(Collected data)
==========
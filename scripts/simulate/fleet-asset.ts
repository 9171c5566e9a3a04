import { type CellString, cloneString, isSpent, spendString, stringVolts } from "./cell-string";
import { dailyDrawMa, type DeviceConfig, type DeviceTruth, drawDevice, peakMa } from "./device";
import type { Rng } from "./prng";
import type { Weather } from "./weather";

export interface WorldAsset extends DeviceConfig {
  readonly key: string;
}

/** One device, its pack, and how far its time has run. */
export interface AssetState {
  readonly config: WorldAsset;
  readonly device: DeviceTruth;
  readonly drawRng: Rng;
  readonly meterRng: Rng;
  readonly cellRng: Rng;
  pack: CellString | null;
  cursor: number;
  stoppedAt: number | null;
  averageMa: number;
}

/** A device without a pack, with hidden parameters drawn from its own generator. */
export function createAsset(config: WorldAsset, rng: Rng, day: number): AssetState {
  return {
    config,
    device: drawDevice(config, rng.fork("device")),
    drawRng: rng.fork("draw"),
    meterRng: rng.fork("meter"),
    cellRng: rng.fork("cells"),
    pack: null,
    cursor: day,
    stoppedAt: null,
    averageMa: config.averageUa / 1000,
  };
}

/** True when the device's peak pulls the pack below its cut-off in the coldest hour of the day. */
function stops(state: AssetState, pack: CellString, weather: Weather, day: number): boolean {
  if (isSpent(pack)) return true;
  const cold = weather.minC(day) + state.config.exposureC;
  const volts = stringVolts(pack, peakMa(state.config, state.device), cold, day);
  return volts * 1000 < state.device.cutoffMv;
}

/** Lets time pass for one device, day by day; a stop is for good until the cells are changed. */
export function advance(state: AssetState, weather: Weather, toDay: number): void {
  const { pack } = state;
  while (state.cursor < toDay) {
    const day = Math.floor(state.cursor);
    const until = Math.min(day + 1, toDay);
    state.averageMa = dailyDrawMa(state.config, state.device, day, state.drawRng);
    if (pack) {
      const running = state.stoppedAt === null ? state.averageMa : 0;
      const celsius = weather.meanC(day) + state.config.exposureC;
      spendString(pack, running, (until - state.cursor) * 24, celsius);
      if (state.stoppedAt === null && stops(state, pack, weather, day)) {
        state.stoppedAt = state.cursor + (until - state.cursor) * 0.9;
      }
    }
    state.cursor = until;
  }
}

/** A copy that can be run ahead without touching the original. */
export function twin(state: AssetState): AssetState {
  return {
    ...state,
    device: { ...state.device },
    drawRng: state.drawRng.clone(),
    meterRng: state.meterRng.clone(),
    cellRng: state.cellRng.clone(),
    pack: state.pack ? cloneString(state.pack) : null,
  };
}

/** How long the film has had to grow: since the device stopped, or in a long sleep, or since install. */
export function restedDays(state: AssetState, at: number): number {
  if (state.stoppedAt !== null) return at - state.stoppedAt;
  const sleepy = state.config.averageUa < 100 ? 6 : 0.5;
  return Math.min(sleepy, at - (state.pack?.installedAt ?? at));
}
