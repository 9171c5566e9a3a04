/**
 * Probability on a grid: depth of discharge x ln(rate) x voltage offset. Depth moves with
 * the mass (its window follows mean +/- WINDOW spreads, so a sharp posterior is drawn as
 * finely as a wide one); the other two axes stand still. Deterministic throughout.
 */
import { ASSUMED } from "./assumptions";
import type { PackModel } from "./pack-model";

const DEPTH_NODES = 36;
const RATE_NODES = 15;
/**
 * Three offsets, 1.5 spreads apart: with the variance inside a cell (spacing²/12, added to each
 * reading) the prior's variance is that of a normal.
 */
export const OFFSET_NODES = 3;
const OFFSET_SPACING = 1.5;
const OFFSET_PRIOR = Float64Array.of(0.18, 0.64, 0.18);
/** The depth window reaches this many spreads to either side of the mean. */
export const WINDOW = 4.5;
/** Added to every weight of evidence: nothing becomes certain. */
const DOUBT = 1e-9;

export interface Grid {
  readonly nx: number;
  readonly nr: number;
  readonly no: number;
  /**
   * Mass of offset o, rate r, depth i at [(o nr + r) nx + i]. Evidence only multiplies it;
   * `consume` and the filter's end bring it back to a sum of 1.
   */
  p: Float64Array;
  /** Working space: the next `p`, and three values a depth node. */
  spare: Float64Array;
  /** Mass of each row when it last moved; a row of 0 holds nothing and is passed over. */
  readonly rowMass: Float64Array;
  /** First and second moment of each row over its node numbers, when it last moved. */
  readonly rowFirst: Float64Array;
  readonly rowSecond: Float64Array;
  readonly nodeA: Float64Array;
  readonly nodeB: Float64Array;
  readonly nodeC: Float64Array;
  depthFrom: number;
  depthStep: number;
  /** Walk of ln(rate), as a variance, and redrawing of the offset still to be laid on. */
  owedVariance: number;
  owedRedraw: number;
  readonly lnRate: Float64Array;
  readonly rate: Float64Array;
  readonly rateStep: number;
  /** Offsets in mV and their spacing. */
  readonly offsetMv: Float64Array;
  readonly offsetStepMv: number;
  /** Prior probability of each offset. */
  readonly offsetPrior: Float64Array;
}

/** Working space of finished grids, written over before it is read: spares the collector. */
const IDLE: Float64Array[] = [];

/** Give back a grid's working space; nothing can be consumed afterwards. */
export function retire(grid: Grid): void {
  IDLE.push(grid.spare);
  grid.spare = new Float64Array(0);
}

/** Grid of a new pack. `years`: how long the draw will have wandered; `sd`: widest prior. */
export function newGrid(model: PackModel, years: number, sd: number): Grid {
  const half = 3 * Math.hypot(sd, ASSUMED.drawWalkPerYear * Math.sqrt(Math.min(years, 15)));
  const rateStep = (2 * half) / (RATE_NODES - 1);
  const lnRate = Float64Array.from(
    { length: RATE_NODES },
    (_, r) => model.prior.mean - half + r * rateStep,
  );
  const rows = OFFSET_NODES * RATE_NODES;
  const size = rows * DEPTH_NODES;
  const offsetStepMv = OFFSET_SPACING * model.offsetSdMv;
  const grid: Grid = {
    nx: DEPTH_NODES,
    nr: RATE_NODES,
    no: OFFSET_NODES,
    p: new Float64Array(size),
    spare: IDLE.pop() ?? new Float64Array(size),
    rowMass: new Float64Array(rows).fill(1),
    rowFirst: new Float64Array(rows),
    rowSecond: new Float64Array(rows),
    nodeA: new Float64Array(DEPTH_NODES),
    nodeB: new Float64Array(DEPTH_NODES),
    nodeC: new Float64Array(DEPTH_NODES),
    depthFrom: model.startDepth - WINDOW * model.startSd,
    depthStep: (2 * WINDOW * model.startSd) / (DEPTH_NODES - 1),
    owedVariance: 0,
    owedRedraw: 0,
    lnRate,
    rate: lnRate.map(Math.exp),
    rateStep,
    offsetMv: Float64Array.of(-offsetStepMv, 0, offsetStepMv),
    offsetStepMv,
    offsetPrior: OFFSET_PRIOR,
  };
  fillPrior(grid, model);
  return grid;
}

function fillPrior(grid: Grid, model: PackModel): void {
  const { nx, nr, no } = grid;
  const bell = (x: number, mean: number, sd: number): number =>
    Math.exp(-0.5 * ((x - mean) / sd) ** 2);
  const { nodeA: depths } = grid;
  for (let i = 0; i < nx; i++) {
    depths[i] = bell(grid.depthFrom + i * grid.depthStep, model.startDepth, model.startSd);
  }
  for (let r = 0; r < nr; r++) {
    const wr = bell(grid.lnRate[r]!, model.prior.mean, model.prior.sd);
    for (let o = 0; o < no; o++) {
      const base = (o * nr + r) * nx;
      for (let i = 0; i < nx; i++) grid.p[base + i] = wr * grid.offsetPrior[o]! * depths[i]!;
    }
  }
  normalise(grid);
}

/** Scale to a sum of 1; returns the sum before. A sum of 0 leaves the grid untouched. */
export function normalise(grid: Grid): number {
  const { p } = grid;
  let sum = 0;
  for (let k = 0; k < p.length; k++) sum += p[k]!;
  if (sum > 0 && Number.isFinite(sum)) {
    const scale = 1 / sum;
    for (let k = 0; k < p.length; k++) p[k]! *= scale;
  }
  return sum;
}

/** Multiply by a weight that depends on depth alone. */
export function weighDepth(grid: Grid, weight: (depth: number) => number): void {
  const { p, nx } = grid;
  for (let i = 0; i < nx; i++) {
    const w = weight(grid.depthFrom + i * grid.depthStep) + DOUBT;
    for (let k = i; k < p.length; k += nx) p[k]! *= w;
  }
}

/** Marginal mass of each depth node. */
export function depthMarginal(
  grid: Grid,
  into: Float64Array = new Float64Array(grid.nx),
): Float64Array {
  const { p, nx, rowMass } = grid;
  into.fill(0);
  for (let row = 0, k = 0; row < rowMass.length; row++, k += nx) {
    if (rowMass[row] === 0) continue;
    for (let i = 0; i < nx; i++) into[i]! += p[k + i]!;
  }
  return into;
}

/** Marginal mass of each rate node. */
export function rateMarginal(grid: Grid): Float64Array {
  const { p, nx, nr } = grid;
  const marginal = new Float64Array(nr);
  for (let row = 0; row * nx < p.length; row++) {
    let mass = 0;
    for (let k = row * nx; k < (row + 1) * nx; k++) mass += p[k]!;
    marginal[row % nr]! += mass;
  }
  return marginal;
}
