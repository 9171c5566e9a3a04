import type { Decicelsius, EpochDays } from "../units";

/** Mean Gregorian year in days. */
export const DAYS_PER_YEAR = 365.2425;

const MONTH_DAYS = [31, 28.2425, 31, 30, 31, 30, 31, 31, 30, 31, 30, 31] as const;

/** Day of the mean year on which each month begins, with the year's end as 13th entry. */
export const MONTH_STARTS: readonly number[] = MONTH_DAYS.reduce<number[]>(
  (starts, days) => [...starts, starts[starts.length - 1]! + days],
  [0],
);

/** Whole mean years since 1970, rounded down. */
export function yearOf(at: EpochDays): number {
  return Math.floor(at / DAYS_PER_YEAR);
}

/** Day of the mean year (0..365.2425) of a day since 1970-01-01; off by at most a day. */
export function dayOfYear(at: EpochDays): number {
  return Math.max(0, at - yearOf(at) * DAYS_PER_YEAR);
}

/** Month 0..11 of a day since the epoch. */
export function monthOf(at: EpochDays): number {
  const day = dayOfYear(at);
  let month = Math.min(11, Math.floor(day / 30.4));
  while (month > 0 && MONTH_STARTS[month]! > day) month--;
  while (month < 11 && MONTH_STARTS[month + 1]! <= day) month++;
  return month;
}

/** Temperature of a moment: the mean of its month. 20 °C where no climate is given. */
export function temperatureAt(monthlyMeanDc: readonly Decicelsius[], at: EpochDays): Decicelsius {
  return monthlyMeanDc[monthOf(at)] ?? 200;
}
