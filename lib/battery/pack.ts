/**
 * The words of the battery core: what a pack is, what was read, what is forecast.
 * Everything is per pack unless the name says cell. Time is fractional days since the
 * epoch; no function here reads a clock or draws a random number.
 */
import type {
  Decicelsius,
  EpochDays,
  Microamps,
  MilliampHours,
  Milliohms,
  Millivolts,
} from "../units";

export const CHEMISTRIES = [
  "alkaline",
  "zinc-carbon",
  "li-fes2",
  "li-socl2",
  "li-mno2",
  "silver-oxide",
  "vrla",
  "lifepo4",
] as const;
export type Chemistry = (typeof CHEMISTRIES)[number];

/** One line of a capacity table: what one cell gives at this current down to this cut-off. */
export interface CapacityPoint {
  readonly currentUa: Microamps;
  readonly cutoffMv: Millivolts;
  readonly temperatureDc: Decicelsius;
  readonly capacityMah: MilliampHours;
}

export interface CellSpec {
  readonly chemistry: Chemistry;
  readonly nominalMv: Millivolts;
  /** Rated capacity at the rated current, cut-off and temperature. */
  readonly rated: CapacityPoint;
  /** Further measured points; may be empty. The rated point need not be repeated. */
  readonly capacityTable: readonly CapacityPoint[];
  /** Share of rated capacity lost per year at 20 °C, parts per million. */
  readonly selfDischargePpmPerYear: number;
  /** Internal resistance of a fresh cell at 20 °C. */
  readonly resistanceMohm: Milliohms;
  readonly maxPulseUa: Microamps | null;
}

/** One named state of a duty cycle. `durationMs` is the time spent in it each period. */
export interface DutyState {
  readonly name: string;
  readonly currentUa: Microamps;
  readonly durationMs: number;
}

export interface PackSpec {
  readonly cell: CellSpec;
  readonly series: number;
  readonly parallel: number;
  /** Voltage of the whole pack under the device's peak current at which the device stops. */
  readonly cutoffMv: Millivolts;
  readonly duty: readonly DutyState[];
  /** A measured average draw overrides the duty cycle's average. */
  readonly measuredDraw: { readonly averageUa: Microamps; readonly relativeSd: number } | null;
  /** Mean temperature of each month, January first. */
  readonly monthlyMeanDc: readonly Decicelsius[];
  /** When the cells were made (shelf ageing), if known. */
  readonly madeAt: EpochDays | null;
  readonly installedAt: EpochDays;
}

/** A voltage of the whole pack at a moment. */
export interface PackReading {
  readonly id: string;
  readonly at: EpochDays;
  readonly millivolts: Millivolts;
  readonly kind: "resting" | "loaded";
  /** Load current during a loaded reading; null: the device's own peak is assumed. */
  readonly loadUa: Microamps | null;
  readonly temperatureDc: Decicelsius | null;
  /** One standard deviation of the instrument; null: 10 mV assumed. */
  readonly accuracyMv: Millivolts | null;
}

/** What is known besides voltages. */
export interface PackEvent {
  readonly at: EpochDays;
  /** reporting: alive at `at`. stopped: found stopped at `at`, last heard `lastAliveAt`. */
  readonly kind: "reporting" | "stopped" | "draw-changed";
  readonly lastAliveAt?: EpochDays;
}

/**
 * How the voltage of cells in one cohort departs from the published curve, by depth in equal
 * steps from 0 to 1, learned from packs that ran out (`learnCurves`).
 */
export interface CurveLesson {
  /** To be added to the resting voltage of one element, mV. */
  readonly restShiftMv: readonly number[];
  /** Factor on the resistance. */
  readonly resistanceFactor: readonly number[];
  /** Spread of single packs around that, mV of one element, and of readings around a pack. */
  readonly spreadMv: number;
  readonly noiseMv: number;
  /** Spread of the resistance between packs, as a share. */
  readonly resistanceSd: number;
  readonly packs: number;
}

/**
 * How forecasts of past packs turned out: with z the normal score of the probability that was
 * given to the day a pack stopped, its mean and spread (0 and 1 for a perfect forecaster).
 */
export interface Calibration {
  readonly shift: number;
  readonly spread: number;
}

/** What the fleet taught about packs like this one; factors multiply the data-sheet values. */
export interface FleetPrior {
  readonly capacityFactor: { readonly mean: number; readonly relativeSd: number };
  readonly drawFactor: { readonly mean: number; readonly relativeSd: number };
  /** How many finished packs the prior rests on. */
  readonly packs: number;
  readonly curve?: CurveLesson | null;
  /** Resistance that decides the end, relative to the sheet's. */
  readonly endResistance?: { readonly mean: number; readonly sd: number } | null;
  readonly calibration?: Calibration | null;
}

/** A temperature logged at the pack's site: of a moment, or a day's mean. */
export interface LoggedTemperature {
  readonly at: EpochDays;
  readonly temperatureDc: Decicelsius;
}

/** A shift of the draw found for the pack's device model; made by `withDrawShift`. */
export interface FoundDrawShift {
  readonly at: EpochDays;
  /** Draw after over draw before, and its spread for one device, as a share. */
  readonly factor: number;
  readonly relativeSd: number;
}

export interface ForecastInput {
  readonly pack: PackSpec;
  readonly readings: readonly PackReading[];
  readonly events: readonly PackEvent[];
  readonly prior: FleetPrior | null;
  readonly now: EpochDays;
  /**
   * Temperatures logged at the site, in any order. They hold for the past: self-discharge, the
   * resistance at readings without a temperature of their own, and how cold it was when the
   * device ran or stopped. Between two more than three days apart, and for the future, the
   * climate holds.
   */
  readonly temperatures?: readonly LoggedTemperature[];
  /** Shifts of its model's draw that the fleet's readings showed. */
  readonly drawShifts?: readonly FoundDrawShift[];
}

/** How much one reading counted, and why, in the words of `reason`. */
export interface ReadingWeight {
  readonly readingId: string;
  /** Posterior probability (0..1) that the reading belongs to this pack's curve. */
  readonly weight: number;
  readonly expectedMv: Millivolts;
  /** 5th and 95th percentile of what was expected before the reading was seen. */
  readonly expectedLowMv: Millivolts;
  readonly expectedHighMv: Millivolts;
  readonly reason: "fits" | "doubtful" | "passivation" | "before-install" | "impossible";
}

export interface Forecast {
  /** Days since the epoch at which the device stops: quantiles of the distribution. */
  readonly quantiles: {
    readonly p05: EpochDays;
    readonly p20: EpochDays;
    readonly p50: EpochDays;
    readonly p80: EpochDays;
    readonly p95: EpochDays;
  };
  /**
   * The same distribution at probabilities 0.01, 0.03, ... 0.99 (50 values, ascending);
   * everything that prices waiting reads this.
   */
  readonly cdfDays: readonly EpochDays[];
  /** Share of usable charge left now, 0..1. */
  readonly shareLeft: { readonly p05: number; readonly p50: number; readonly p95: number };
  /** Average draw now, microamps per pack. */
  readonly drawUa: { readonly p05: number; readonly p50: number; readonly p95: number };
  /** Probability that the device has already stopped at `now`. */
  readonly outNow: number;
  readonly weights: readonly ReadingWeight[];
  readonly basis: {
    readonly restingReadings: number;
    readonly loadedReadings: number;
    readonly doubtfulReadings: number;
    readonly measuredDraw: boolean;
    readonly fleetPacks: number;
  };
}
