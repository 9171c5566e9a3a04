"use client";

import { useQuery } from "@tanstack/react-query";
import { useEffect, useState } from "react";
import type { PlaceOption } from "@/lib/usecases/price-plan-options";
import { fetchJson } from "../../_parts/fetch-json";

/** What is being moved: a stop of the plan, or an asset that is left out. */
export interface Picked {
  readonly name: string;
  readonly siteId: string | null;
  readonly assetId: string | null;
}

export interface Options {
  readonly options: readonly PlaceOption[];
}

/** Picking a stop up: every cell of the board then shows what putting it there would do. */
export function usePlacing(planId: string | null, version: number | null) {
  const [picked, setPicked] = useState<Picked | null>(null);
  const query = new URLSearchParams();
  if (picked?.siteId) query.set("site", picked.siteId);
  if (picked?.assetId) query.set("asset", picked.assetId);
  const { data, error } = useQuery({
    queryKey: ["options", planId, version, picked?.siteId, picked?.assetId],
    queryFn: () => fetchJson<Options>(`/api/v1/plans/${planId}/options?${query}`),
    enabled: picked !== null && planId !== null,
    staleTime: 60_000,
  });
  useEffect(() => {
    if (!picked) return;
    const escape = (event: KeyboardEvent) => event.key === "Escape" && setPicked(null);
    window.addEventListener("keydown", escape);
    return () => window.removeEventListener("keydown", escape);
  }, [picked]);
  const optionAt = (technicianId: string, day: string) =>
    picked
      ? data?.options.find((o) => o.technicianId === technicianId && o.day === day)
      : undefined;
  return { picked, pick: setPicked, optionAt, trouble: picked ? (error?.message ?? null) : null };
}

export type Placing = ReturnType<typeof usePlacing>;
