/**
 * The forecast of one pack: the distribution of the day on which its device stops.
 * Deterministic: the same input gives the same result to the last bit.
 */
import { interpolate } from "../stats/interpolate";
import { gridQuantile } from "../stats/grid-quantile";
import type { EpochDays } from "../units";
import { type Filtered, filterPack } from "./filter";
import { depthMarginal, rateMarginal } from "./grid";
import { type OutDates, outDates } from "./out-dates";
import type { Forecast, ForecastInput } from "./pack";
import { assertForecastable } from "./validate";

const Z90 = 1.6448536269514722;
/** Probabilities of `Forecast.cdfDays`. */
export const CDF_PROBABILITIES: readonly number[] = Array.from(
  { length: 50 },
  (_, k) => (2 * k + 1) / 100,
);

/**
 * Forecast one pack. Readings before the installation, impossible ones and those after `now`
 * are listed with weight 0. No date lies more than 40 years after `now`: a pack that would
 * last longer gets that limit. Throws `invalid` with every fault of the input.
 */
export function forecastPack(input: ForecastInput): Forecast {
  assertForecastable(input);
  return summarise(input, filterPack(input));
}

function summarise(input: ForecastInput, filtered: Filtered): Forecast {
  const dates = outDates(filtered, input.now);
  const used = filtered.weights.filter((w) => w.reason === "fits" || w.reason === "doubtful");
  const kinds = new Map(input.readings.map((r) => [r.id, r.kind]));
  return {
    quantiles: {
      p05: dates.quantile(0.05),
      p20: dates.quantile(0.2),
      p50: dates.quantile(0.5),
      p80: dates.quantile(0.8),
      p95: dates.quantile(0.95),
    },
    cdfDays: CDF_PROBABILITIES.map((p) => dates.quantile(p)),
    shareLeft: shareLeft(filtered, dates),
    drawUa: drawNow(filtered),
    outNow: dates.outNow,
    weights: filtered.weights,
    basis: {
      restingReadings: used.filter((w) => kinds.get(w.readingId) === "resting").length,
      loadedReadings: used.filter((w) => kinds.get(w.readingId) === "loaded").length,
      doubtfulReadings: used.filter((w) => w.reason === "doubtful").length,
      measuredDraw: input.pack.measuredDraw !== null,
      fleetPacks: input.prior?.packs ?? 0,
    },
  };
}

function shareLeft({ grid }: Filtered, dates: OutDates): Forecast["shareLeft"] {
  const marginal = depthMarginal(grid);
  const depthAt = (p: number): number => gridQuantile(marginal, grid.depthFrom, grid.depthStep, p);
  const end = dates.endDepth(depthAt(0.5));
  const at = (probability: number): number =>
    Math.min(1, Math.max(0, 1 - depthAt(1 - probability) / end));
  return { p05: at(0.05), p50: at(0.5), p95: at(0.95) };
}

/**
 * The filter knows draw over capacity; the draw's part of it follows the two priors'
 * variances (both normal in the logarithm).
 */
function drawNow({ model, grid }: Filtered): Forecast["drawUa"] {
  const { mean, sd, drawMean, drawSd } = model.prior;
  const marginal = rateMarginal(grid);
  const part = (drawSd / sd) ** 2;
  const ln = (p: number): number => gridQuantile(marginal, grid.lnRate[0]!, grid.rateStep, p);
  const middle = drawMean + part * (ln(0.5) - mean);
  const own = Z90 * drawSd * Math.sqrt(1 - part);
  const ua = (shift: number): number => model.averageUa * Math.exp(middle + shift);
  return {
    p05: ua(-Math.hypot(part * (ln(0.5) - ln(0.05)), own)),
    p50: ua(0),
    p95: ua(Math.hypot(part * (ln(0.95) - ln(0.5)), own)),
  };
}

/**
 * Probability that the device has stopped by a day, from the forecast's stored quantiles;
 * below the first and above the last it falls off over the width of the next twenty percent.
 */
export function chanceOutBy(forecast: Pick<Forecast, "cdfDays">, day: EpochDays): number {
  const days = forecast.cdfDays;
  const first = days[0]!;
  const last = days[days.length - 1]!;
  if (day < first) {
    const width = Math.max(1, days[10]! - first) / 2;
    return 0.01 * Math.max(0, 1 - (first - day) / width);
  }
  if (day > last) {
    const width = Math.max(1, last - days[39]!) / 2;
    return 1 - 0.01 * Math.max(0, 1 - (day - last) / width);
  }
  return interpolate(days, CDF_PROBABILITIES, day);
}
==========
Task item:
Copy the lines above exactly, beginning at the line that has "const sleepy = state.config.averageUa" and stopping after the line that has "only multiplies it;", and omit the rest.

Task answer:
  const sleepy = state.config.averageUa < 100 ? 6 : 0.5;
  return Math.min(sleepy, at - (state.pack?.installedAt ?? at));
}
repository 9171c5566e9a3a04
/**
 * Probability on a grid: depth of discharge x ln(rate) x voltage offset. Depth moves with
 * the mass (its window follows mean +/- WINDOW spreads, so a sharp posterior is drawn as
 * finely as a wide one); the other two axes stand still. Deterministic throughout.
 */
import { ASSUMED } from "./assumptions";
import type { PackModel } from "./pack-model";

const DEPTH_NODES = 36;
const RATE_NODES = 15;
/**
 * Three offsets, 1.5 spreads apart: with the variance inside a cell (spacing²/12, added to each
 * reading) the prior's variance is that of a normal.
 */
export const OFFSET_NODES = 3;
const OFFSET_SPACING = 1.5;
const OFFSET_PRIOR = Float64Array.of(0.18, 0.64, 0.18);
/** The depth window reaches this many spreads to either side of the mean. */
export const WINDOW = 4.5;
/** Added to every weight of evidence: nothing becomes certain. */
const DOUBT = 1e-9;

export interface Grid {
  readonly nx: number;
  readonly nr: number;
  readonly no: number;
  /**
   * Mass of offset o, rate r, depth i at [(o nr + r) nx + i]. Evidence only multiplies it;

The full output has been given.